If a town of 25,000 people is growing at a rate of approximately 1% per year, the population of the...

1. Translate the problem requirements: We need to find the population after 5 years when starting with 25,000 people and growing at 1% per year. This means each year the population becomes 101% of the previous year's population.
2. Set up the compound growth pattern: Recognize that 1% annual growth means multiplying by 1.01 each year, so after 5 years we multiply the initial population by \((1.01)^5\).
3. Calculate the growth multiplier using approximation: Since answer choices are 1,000 apart, we can approximate \((1.01)^5\) without precise decimal calculations.
4. Apply the multiplier to find final population: Multiply 25,000 by our calculated growth factor and match to the closest answer choice.

Execution of Strategic Approach

1. Translate the problem requirements

Let's break down what this problem is asking in everyday terms. We have a town with 25,000 people today. Each year, the population grows by 1 percent. This means that if we have 100 people this year, next year we'll have 101 people \((100 + 1\% \text{ of } 100 = 100 + 1 = 101)\).

So growing at 1% per year means the population becomes 101% of what it was the previous year. In decimal form, \(101\% = 1.01\).

We need to find what the population will be after 5 years of this growth pattern.

Process Skill: TRANSLATE - Converting the percentage growth language into a clear mathematical relationship

2. Set up the compound growth pattern

Here's how compound growth works with a simple example: Imagine we start with 1,000 people.

• After Year 1: \(1,000 \times 1.01 = 1,010\) people
• After Year 2: \(1,010 \times 1.01 = 1,020.1\) people
• After Year 3: \(1,020.1 \times 1.01 = 1,030.3\) people

Notice that each year we multiply by 1.01 again. So after 5 years, we multiply by 1.01 a total of 5 times.

This means: \(\text{Final Population} = \text{Starting Population} \times (1.01)^5\)

For our problem: \(\text{Final Population} = 25,000 \times (1.01)^5\)

3. Calculate the growth multiplier using approximation

Now we need to figure out what \((1.01)^5\) equals. Since our answer choices are 1,000 people apart, we don't need to be super precise - we can use smart approximation.

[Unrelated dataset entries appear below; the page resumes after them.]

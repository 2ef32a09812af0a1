/**
 * The app's live re-fit while a curve is dragged: each pointer step re-runs the shifts only (no
 * models, no Prony series) with the dragged curve locked and the other shifts started from the
 * last result (warm start) and the αV of the last full fit kept (bT from the data is not fitted
 * again during a drag) — the request useWorkbench sends, run by runRequest, the very function
 * in the analysis worker. Measured on the invented demo melt (samples/melt-long, as the app opens
 * it) and on 20 synthetic isotherms (the CLI tests' known Prony model and WLF law); prints the median per step, warm and cold (scan included).
 * One frame at 60 Hz is 16.7 ms; the worker keeps the window responsive either way.
 */
import { readFileSync } from 'node:fs';
import { join } from 'node:path';
import { fileURLToPath } from 'node:url';
import { importFiles } from '../core/io/index.ts';
import { maxOf } from '../core/data/extent.ts';
import type { Dataset } from '../core/data/types.ts';
import type { Analysis } from '../core/pipeline/types.ts';
import type { HeldExpansion } from '../core/shift/types.ts';
import { syntheticIsotherms } from '../core/synthetic/index.ts';
import { syntheticWlfComponent } from '../tests/cli/cli-helpers.ts';
import { runRequest } from '../app/renderer/src/engine/run-request.ts';
import type { DocumentOptions } from '../app/renderer/src/document/analysis-document.ts';
import { newDocument } from '../app/renderer/src/document/analysis-document.ts';
import { heldExpansionFrom } from '../app/renderer/src/document/live-refit.ts';

const ROOT = fileURLToPath(new URL('..', import.meta.url));
const STEPS = 25;
const STEP_DECADES = 0.02;

interface Case {
  name: string;
  dataset: Dataset;
  options: DocumentOptions;
}

function demoCase(): Case {
  const name = 'hx310-melt-sweeps.csv';
  const text = readFileSync(join(ROOT, 'samples', 'melt-long', name), 'utf8');
  return {
    name: 'demo melt (samples/melt-long)',
    dataset: importFiles([{ name, text }]).dataset,
    // as the app's demo document (app/renderer/src/document/demo.ts)
    options: {
      referenceTemperatureK: 463.15,
      verticalShift: 'density',
      density: { referenceDensityKgPerM3: 760, volumetricExpansionPerK: 7e-4 },
    },
  };
}

function syntheticCase(withBT = false): Case {
  const { dataset } = syntheticIsotherms({
    testKind: 'oscillatory',
    deformation: 'shear',
    referenceK: 373.15,
    temperaturesK: Array.from({ length: 20 }, (_, i) => 333.15 + 5 * i),
    components: [syntheticWlfComponent()],
    xMin: 0.1,
    xMax: 100,
    pointsPerDecade: 5,
    relativeNoise: 0.02,
    seed: 20,
    // An entropic bT (αV = 6·10⁻⁴ /K, a typical melt value): the default run fits αV.
    ...(withBT && { density: { referenceDensity: 900, volumetricExpansionPerK: 6e-4 } }),
  });
  return {
    name: withBT ? '20 synthetic isotherms with bT (αV from the data)' : '20 synthetic isotherms',
    dataset,
    options: { referenceTemperatureK: 373.15 },
  };
}

function analyse(
  c: Case,
  options: DocumentOptions,
  warm?: Record<string, number>,
  held?: HeldExpansion,
): Analysis {
  const r = runRequest({
    kind: 'analyse',
    dataset: c.dataset,
    options,
    importWarnings: [],
    ...(warm && { warmStartLog10aT: warm }),
    ...(held && { heldExpansion: held }),
  });
  if (r.kind !== 'analysed')
    throw new Error(`${c.name}: ${r.kind === 'failed' ? r.message : r.kind}`);
  return r.analysis;
}

const shiftsOf = (a: Analysis): Record<string, number> =>
  Object.fromEntries(
    a.curves.filter((x) => x.log10aT !== null).map((x) => [x.isothermId, x.log10aT as number]),
  );

const median = (xs: number[]): number => [...xs].sort((p, q) => p - q)[Math.floor(xs.length / 2)];

/** One drag of the second-coldest isotherm over STEPS pointer steps; ms per step. */
function drag(c: Case, useWarmStart: boolean): number[] {
  const full = analyse(c, c.options);
  const dragged = [...full.curves].sort((p, q) => p.temperatureK - q.temperatureK)[1];
  const base = dragged.log10aT ?? 0;
  let shown = full;
  const times: number[] = [];
  for (let k = 1; k <= STEPS; k++) {
    const options: DocumentOptions = {
      ...c.options,
      models: [],
      pronyModesPerDecade: 0,
      lockedLog10aT: { [dragged.isothermId]: base + k * STEP_DECADES },
    };
    // As useWorkbench: a warm start, and the αV of the last full fit kept (heldExpansionFrom).
    const held = useWarmStart
      ? heldExpansionFrom(shown, newDocument(c.dataset, c.name, { options }))
      : undefined;
    const t0 = performance.now();
    shown = analyse(c, options, useWarmStart ? shiftsOf(shown) : undefined, held);
    times.push(performance.now() - t0);
  }
  return times;
}

export async function run(): Promise<void> {
  for (const c of [demoCase(), syntheticCase(), syntheticCase(true)]) {
    drag(c, true); // warm-up of the JIT
    const warm = drag(c, true);
    const cold = drag(c, false);
    const points = c.dataset.isotherms.reduce((n, i) => n + i.x.length, 0);
    console.log(
      `${c.name}: ${c.dataset.isotherms.length} isotherms, ${points} points; re-fit per drag step (shifts only, one curve locked): ` +
        `warm start median ${median(warm).toFixed(1)} ms (max ${maxOf(warm).toFixed(1)}), ` +
        `cold median ${median(cold).toFixed(1)} ms`,
    );
  }
}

Let's calculate \((1.01)^5\) step by step:

• \((1.01)^1 = 1.01\)
• \((1.01)^2 = 1.01 \times 1.01 = 1.0201\)
• \((1.01)^3 = 1.0201 \times 1.01 \approx 1.0303\)
• \((1.01)^4 = 1.0303 \times 1.01 \approx 1.0406\)
• \((1.01)^5 = 1.0406 \times 1.01 \approx 1.051\)

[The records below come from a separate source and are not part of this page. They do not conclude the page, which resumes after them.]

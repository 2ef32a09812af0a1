/**
 * Zero-shear viscosity from the reduced complex-viscosity curve |η*|(ω_r) by a Cross or a
 * Carreau–Yasuda fit in log space (η∞ = 0):
 *   Cross (Cross, J. Colloid Sci. 20, 1965):  η = η0 / (1 + (λω)^m)
 *   Carreau–Yasuda (Yasuda, Armstrong & Cohen, Rheol. Acta 20, 1981):  η = η0 [1 + (λω)^a]^((n−1)/a)
 * Applying it to shear viscosity η(γ̇) assumes the Cox–Merz rule η(γ̇) ≈ |η*|(ω) at γ̇ = ω
 * (Cox & Merz, J. Polym. Sci. 28, 1958), an empirical rule that fails for many filled or
 * structured materials.
 */
import { levenbergMarquardtFit } from '../models/levenberg-marquardt-fit';
import type { FitStatus } from '../models/types';
import type { SpectrumWarning } from './types';

export type ViscosityModel = 'cross' | 'carreau-yasuda';

export interface ViscosityFitResult extends FitStatus {
  model: ViscosityModel;
  /** η0, Pa·s. */
  zeroShearViscosityPaS: number;
  /** Standard error of log10 η0 (decades). */
  log10ZeroShearViscosityStdErr: number;
  /** λ, s. */
  timeConstantS: number;
  /** Cross: exponent m. Carreau–Yasuda: power-law index n. */
  exponent: number;
  /** Carreau–Yasuda transition parameter a (NaN for Cross). */
  transition: number;
  /** RMS of log10(model/measured), decades. */
  rmsLog10: number;
  /** |η*| at the lowest frequency, Pa·s: a model-free lower bound for η0 of a melt. */
  lowestFrequencyViscosityPaS: number;
  /** True when the lowest frequency's |η*| is below 90 % of η0: η0 lies beyond the data. */
  extrapolated: boolean;
  /** The Cox–Merz note to show with the result. */
  note: string;
  warnings: SpectrumWarning[];
}

const COX_MERZ =
  'η0 from |η*|(ω). Reading it as steady-shear viscosity η(γ̇) relies on the Cox–Merz rule (Cox & Merz 1958), which is empirical: confirm by steady-shear testing.';

function evaluate(model: ViscosityModel, p: number[], lw: number): number {
  const [logEta0, logLam, e, aRaw] = p;
  const x = 10 ** (logLam + lw); // λω
  if (model === 'cross') return logEta0 - Math.log10(1 + x ** e);
  return logEta0 + ((e - 1) / aRaw) * Math.log10(1 + x ** aRaw);
}

/**
 * Fits the reduced |η*|(ω_r) curve (Pa·s against rad/s) with a Cross or Carreau–Yasuda law.
 * Carreau–Yasuda is the default: its extra transition parameter follows broad transitions that
 * make the Cross form overshoot η0 by several per cent (see the tests).
 */
export function fitViscosityCurve(
  omegaRadPerS: ArrayLike<number>,
  complexViscosityPaS: ArrayLike<number>,
  model: ViscosityModel = 'carreau-yasuda',
): ViscosityFitResult {
  if (omegaRadPerS.length !== complexViscosityPaS.length) {
    throw new RangeError('omegaRadPerS and complexViscosityPaS must have the same length');
  }
  if (model !== 'cross' && model !== 'carreau-yasuda')
    throw new RangeError(`model must be 'cross' or 'carreau-yasuda', got ${String(model)}`);
  const warnings: SpectrumWarning[] = [];
  const lw: number[] = [];
  const le: number[] = [];
  for (let i = 0; i < omegaRadPerS.length; i++) {
    const w = omegaRadPerS[i];
    const e = complexViscosityPaS[i];
    if (w > 0 && e > 0 && Number.isFinite(w + e)) {
      lw.push(Math.log10(w));
      le.push(Math.log10(e));
    } else
      warnings.push({
        pointIndex: i,
        message: `Point ${i + 1}: frequency or |η*| not positive; skipped.`,
      });
  }
  const nPar = model === 'cross' ? 3 : 4;
  if (lw.length < nPar + 1)
    throw new RangeError(`A ${model} fit needs at least ${nPar + 1} usable points`);
  const order = lw.map((_, i) => i).sort((a, b) => lw[a] - lw[b]);
  const x = order.map((i) => lw[i]);
  const y = order.map((i) => le[i]);
  // starting values: η0 from the low-frequency end, λ where |η*| has fallen to half of it,
  // the exponent from the high-frequency slope
  const eta0 = Math.max(...y);
  const half = x.find((_, i) => y[i] < eta0 - Math.log10(2)) ?? x[x.length - 1];
  const k = Math.max(1, x.length - 3);
  const slope = (y[x.length - 1] - y[k - 1]) / (x[x.length - 1] - x[k - 1] || 1);
  const m0 = Math.min(1, Math.max(0.2, -slope));
  const initial = model === 'cross' ? [eta0, -half, m0] : [eta0, -half, Math.max(0.05, 1 - m0), 2];
  const span = x[x.length - 1] - x[0];
  const lm = levenbergMarquardtFit(
    {
      x,
      y,
      model: (p) => (v) => evaluate(model, p, v),
      initial,
      min:
        model === 'cross'
          ? [eta0 - 6, -x[x.length - 1] - 6, 0.05]
          : [eta0 - 6, -x[x.length - 1] - 6, 0, 0.1],
      max: model === 'cross' ? [eta0 + 6, -x[0] + 6, 1.5] : [eta0 + 6, -x[0] + 6, 1, 10],
    },
    { step: initial.map(() => 1e-6 * Math.max(1, span)) },
  );
  const p = lm.params;
  const res = x.map((v, i) => y[i] - evaluate(model, p, v));
  const zero = 10 ** p[0];
  const lowest = 10 ** y[0];
  return {
    model,
    zeroShearViscosityPaS: zero,
    log10ZeroShearViscosityStdErr: Math.sqrt(lm.covariance[0][0]),
    timeConstantS: 10 ** p[1],
    exponent: p[2],
    transition: model === 'cross' ? NaN : p[3],
    rmsLog10: Math.sqrt(res.reduce((s, r) => s + r * r, 0) / res.length),
    lowestFrequencyViscosityPaS: lowest,
    extrapolated: lowest < 0.9 * zero,
    note: COX_MERZ,
    warnings,
    converged: lm.converged,
    iterations: lm.iterations,
    reason: lm.reason,
  };
}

So \((1.01)^5 \approx 1.051\), meaning the population will be about 105.1% of the original after 5 years.

Process Skill: SIMPLIFY - Using approximation when answer choices allow for it

4. Apply the multiplier to find final population

Now we multiply our starting population by our growth factor:

\(\text{Final Population} = 25,000 \times 1.051 = 26,275\) people

Looking at our answer choices:

1. 26,000
2. 27,000
3. 28,000
4. 29,000
5. 30,000

26,275 is closest to 26,000.

Final Answer

The population of the town in 5 years will be closest to 26,000 people.

Answer: A

Verification: Our calculation of 26,275 is only 275 people away from choice A (26,000), but 725 people away from choice B (27,000), confirming that A is indeed the closest answer.

Common Faltering Points

Errors while devising the approach

1. Confusing compound growth with simple growth: Students often think that 1% growth per year for 5 years means adding 5% to the original population \((25,000 + 5\% = 26,250)\). They fail to recognize that each year's growth is calculated on the new population size, not the original size. This leads them to use simple interest formula instead of compound growth.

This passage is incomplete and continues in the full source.